Deze cursus heeft dus als doel, naast de biologie, het leren zien van (basale) verbanden tussen fysische, chemische en biologische processen, in het verleden (paleo) en heden, die mariene ecosystemen in brede zin bepalen en of bepaald hebben. Ook besteed je aandacht aan verwachtingen voor de nabije toekomst.
In de eerste weken volg je inleidende colleges over wat een oceaan eigenlijk is, waar ze uit bestaat en hoe ze eruit ziet in drie dimensies. Dan volgt de grootste component, de biologie, inclusief evolutie, productie, pelagische en benthische ecosystemen, zoologie, en nutrientenkringlopen. Andere componenten zijn atmosfeer- en oceaan circulatie en processen op langere tijdschalen die de biologie bepalen. Practica gaan in op belangrijke groepen fyto-, en zoöplankton en benthische groepen, naast werkcolleges/practica oceanografie, en inleidende colleges. De colleges gaan ook in op actuele thema’s zoals opwarming van de Aarde, globale biodiversiteits-veranderingen, effecten van vervuiling, en de typische Wadden- en Noordzee ecosystemen, mede aan de hand van (redelijk eenvoudige) literatuur en discussies, en de dagelijkse ‘news of the day’ discussies.

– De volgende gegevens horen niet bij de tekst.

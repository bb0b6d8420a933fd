"use client";

import { useState } from "react";
import type { CurrentCueDto } from "@/lib/notes/dto";
import type { SubjectOption } from "@/lib/notes/subjects";
import { useCurrentCue } from "./use-notes";

/** The cue running now; new notes pick it up. The stage manager or board operator moves it. */
export function CurrentCueBar({
  productionId,
  initial,
  cues,
  canSet,
}: {
  productionId: number;
  initial: CurrentCueDto;
  cues: SubjectOption[];
  canSet: boolean;
}) {
  const { current, set } = useCurrentCue(productionId, initial);
  const [error, setError] = useState<string | null>(null);
  const index = cues.findIndex((c) => c.id === current.cueId);
  const go = (cueId: number | null) => {
    setError(null);
    set.mutate(cueId, { onError: (e) => setError((e as Error).message) });
  };
  return (
    <section
      aria-label="Current cue"
      className="flex flex-wrap items-center gap-2 rounded-md border border-line bg-surface p-3 text-sm"
    >
      <span className="font-medium">Current cue:</span>
      <span data-testid="current-cue" className="tabular-nums">
        {current.cueId == null ? "none set" : `${current.number}${current.label ? ` ${current.label}` : ""}`}
      </span>
      {canSet ? (
        <>
          <label className="ml-2 flex items-center gap-1">
            <span className="sr-only">Set the current cue</span>
            <select
              className="rounded border border-line bg-raised px-2 py-1"
              value={current.cueId ?? ""}
              onChange={(e) => go(e.target.value ? Number(e.target.value) : null)}
              disabled={set.isPending}
            >
              <option value="">none</option>
              {cues.map((c) => (
                <option key={c.id} value={c.id}>
                  {c.label}
                </option>
              ))}
            </select>
          </label>
          <button
            type="button"
            className="rounded border border-line px-3 py-1"
            disabled={set.isPending || index < 0 || index >= cues.length - 1}
            onClick={() => go(cues[index + 1].id)}
          >
            Next cue
          </button>
        </>
      ) : null}
      <span className="text-muted">New notes record the current cue.</span>
      {error ? (
        <span role="alert" className="text-danger">
          {error}
        </span>
      ) : null}
    </section>
  );
}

Presentaties voor en door studenten vormen hier een onderdeel van.
In de cursus ligt de nadruk op het herkennen van processen, patronen en verbanden (bijvoorbeeld pelagic-benthic coupling) in het mariene domein. Je besteedt aandacht aan actuele vraagstellingen, en hoe onderzoek in de praktijk wordt verricht. In de laatste week maak je een poster en houd je een presentatie (Engels), die deels is voorbereid in de voorafgaande weken, aan de hand van zelfgekozen, of voorgestelde probleemstellingen.
 
Onderwijsvormen
Hoorcolleges, practica, discussie, presentatie(s), poster
 
Toetsing
De cursus is voldoende afgerond als je een voldoende hebt behaald voor de onderdelen:
  1. Tentamen 1
  2. Poster
  3. Tentamen 2
Voor alle onderdelen moet tenminste een 5.5 worden gehaald. Het eindcijfer wordt bepaald in de verhouding 1 : ¾ : 1. De practica worden niet beoordeeld met een cijfer maar actieve deelname aan alle hoor- en werkcolleges is verplicht. Alle werkcolleges moeten zijn afgetekend om het eindcijfer te krijgen.